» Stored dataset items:
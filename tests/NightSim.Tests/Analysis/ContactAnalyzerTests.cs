using NightSim.Analysis;
using NightSim.Devices;

namespace NightSim.Tests.Analysis;

/// <summary>The contact findings on hand-made runs (invented lamps and relays); the numbers in each message are worked
/// out here by hand.</summary>
public sealed class ContactAnalyzerTests
{
    private static List<Finding> Analyze(ContactFacts contacts, int nights, IEnumerable<double> on, IEnumerable<double> off) =>
        [.. new ContactAnalyzer().Analyze(ContactDutyTests.Run(nights, on, off, contacts), [], [])];

    private static readonly double[] s_dusk = [5 * 3600.0];
    private static readonly double[] s_late = [9 * 3600.0];

    [Fact]
    public void Weld_Warning_Fires_For_A_Filament_Lamp_Over_A_Small_Contact()
    {
        // 100 W filament lamp on 230 V: 0.4348 A steady (P/V), 15 × 0.4348 = 6.52 A at switch-on (common practice,
        // from memory), against a 1 A signal relay: 3 × 1 A = 3 A for general-purpose contacts (common practice).
        ContactFacts c = ContactDutyTests.Facts(100, LoadKind.Incandescent, rating: new ContactRating(1, 250, 1e5));
        Finding f = Assert.Single(Analyze(c, 1, s_dusk, s_late), x => x.Code == "relay-contacts-may-weld");
        Assert.Equal(Severity.Warning, f.Severity);
        Assert.Equal("K1", f.Part);
        Assert.Contains("relay drive", f.Message, StringComparison.Ordinal);
        Assert.Contains("435 mA steady", f.Message, StringComparison.Ordinal);
        Assert.Contains("10–15×", f.Message, StringComparison.Ordinal);
        Assert.Contains("up to 6.52 A", f.Message, StringComparison.Ordinal);
        Assert.Contains("3 A general-purpose contacts take", f.Message, StringComparison.Ordinal);
        Assert.Contains("may weld", f.Message, StringComparison.Ordinal);
        // The fix fits a filament lamp: an inrush rating of at least the peak, or 6.52/3 = 2.17 A general-purpose
        // contacts, an NTC inrush limiter, or a contactor for filament lamps.
        Assert.Contains("at least 6.52 A", f.Fix, StringComparison.Ordinal);
        Assert.Contains("2.17 A", f.Fix, StringComparison.Ordinal);
        Assert.Contains("NTC", f.Fix, StringComparison.Ordinal);
        Assert.Contains("AC-5b", f.Fix, StringComparison.Ordinal);
    }

    [Fact]
    public void No_Warning_For_A_Resistive_Load_Within_Its_Rating()
    {
        // 500 W heater on 230 V: 2.174 A steady and no switch-on peak (Ohm's law) against 5 A / 250 V contacts.
        ContactFacts c = ContactDutyTests.Facts(500, LoadKind.Resistive, rating: new ContactRating(5, 250, 1e5));
        Assert.Empty(Analyze(c, 1, s_dusk, s_late));
    }

    [Fact]
    public void A_Stated_Inrush_Rating_Replaces_The_Three_Times_Rule()
    {
        // 300 W filament lamp: 1.304 A steady, 19.57 A peak (15×). 10 A contacts take 30 A by the rule of thumb, so no
        // warning; with an inrush rating of only 15 A stated the peak is above it.
        ContactFacts generic = ContactDutyTests.Facts(300, LoadKind.Incandescent, rating: new ContactRating(10, 250));
        Assert.DoesNotContain(Analyze(generic, 1, s_dusk, s_late), f => f.Code == "relay-contacts-may-weld");
        ContactFacts rated = ContactDutyTests.Facts(300, LoadKind.Incandescent, rating: new ContactRating(10, 250, InrushCurrent: 15));
        Finding f = Assert.Single(Analyze(rated, 1, s_dusk, s_late), x => x.Code == "relay-contacts-may-weld");
        Assert.Contains("up to 19.6 A, above the 15 A switch-on peak the contacts are rated for", f.Message, StringComparison.Ordinal);
    }

    [Fact]
    public void Steady_Current_Above_The_Rating_May_Weld_Whatever_The_Kind()
    {
        // 600 W heater on 230 V draws 2.609 A against a 2 A contact.
        ContactFacts c = ContactDutyTests.Facts(600, LoadKind.Resistive, rating: new ContactRating(2, 250));
        Finding f = Assert.Single(Analyze(c, 1, s_dusk, s_late));
        Assert.Equal("relay-contacts-may-weld", f.Code);
        Assert.Contains("2.61 A steady, above the contacts' 2 A rating", f.Message, StringComparison.Ordinal);
        Assert.Contains("at least 2.61 A", f.Fix, StringComparison.Ordinal);
    }

    [Fact]
    public void Lamp_Voltage_Above_The_Contact_Voltage_Is_A_Warning()
    {
        // A relay rated 125 V switching a 230 V lamp.
        ContactFacts c = ContactDutyTests.Facts(12, LoadKind.LedDriver, rating: new ContactRating(10, 125));
        Finding f = Assert.Single(Analyze(c, 1, s_dusk, s_late));
        Assert.Equal("relay-contact-voltage", f.Code);
        Assert.Contains("runs on 230 V, above the contacts' 125 V rating", f.Message, StringComparison.Ordinal);
        Assert.Contains("at least 230 V", f.Fix, StringComparison.Ordinal);
    }

    [Fact]
    public void Chatter_That_Eats_The_Life_Is_A_Warning_With_The_Life_Without_It()
    {
        // One night: 40 switch-ons 1 s apart from 17:00 (a chatter burst), life 100 000 operations: 100 000/40 = 2500
        // nights = 6.8 years (365.2425 days a year), short of 10 years; without the chatter the count is 0.
        double dusk = 5 * 3600;
        var on = Enumerable.Range(0, 40).Select(k => dusk + k).ToList();
        var off = Enumerable.Range(0, 40).Select(k => dusk + k + 0.5).ToList();
        ContactFacts c = ContactDutyTests.Facts(12, LoadKind.LedDriver, rating: new ContactRating(10, 250, 100_000));
        Finding f = Assert.Single(Analyze(c, 1, on, off));
        Assert.Equal("relay-contact-life", f.Code);
        Assert.Equal(Severity.Warning, f.Severity);
        Assert.Contains("40 times a night, 40 of them in chatter bursts", f.Message, StringComparison.Ordinal);
        Assert.Contains("lasts 2,500 nights at this rate, about 6.8 years", f.Message, StringComparison.Ordinal);
        Assert.Contains("hardly any wear without the chatter", f.Message, StringComparison.Ordinal);
        Assert.Contains("hysteresis", f.Fix, StringComparison.Ordinal);
    }

    [Fact]
    public void Chatter_That_Halves_A_Long_Life_Is_Reported_For_Information()
    {
        // One clean switch-on plus a burst of 9 a night against 10 million operations: 1e7/10 = 1e6 nights (2,738
        // years), against 27,379 years without the chatter: far beyond the service life, but the chatter takes 90 %.
        double dusk = 5 * 3600;
        var on = new List<double> { dusk };
        var off = new List<double> { dusk + 3600 };
        for (int k = 0; k < 9; k++)
        {
            on.Add(dusk + 7200 + 2 * k);
            off.Add(dusk + 7200 + 2 * k + 1);
        }
        ContactFacts c = ContactDutyTests.Facts(12, LoadKind.LedDriver, rating: new ContactRating(10, 250, 1e7));
        Finding f = Assert.Single(Analyze(c, 1, on, off));
        Assert.Equal("relay-contact-life", f.Code);
        Assert.Equal(Severity.Info, f.Severity);
        Assert.Contains("about 2,738 years, against 27,379 years without the chatter", f.Message, StringComparison.Ordinal);
    }

    [Fact]
    public void A_Clean_Night_On_A_Long_Life_Says_Nothing()
    {
        ContactFacts c = ContactDutyTests.Facts(12, LoadKind.LedDriver, rating: new ContactRating(10, 250, 1e5));
        Assert.Empty(Analyze(c, 1, s_dusk, s_late));
    }
}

» WORK REQUEST:
Above are the records. Identify each line that contains the word "readonly".

» WRITTEN RESPONSE:
    private static readonly double[] s_dusk = [5 * 3600.0];
    private static readonly double[] s_late = [9 * 3600.0];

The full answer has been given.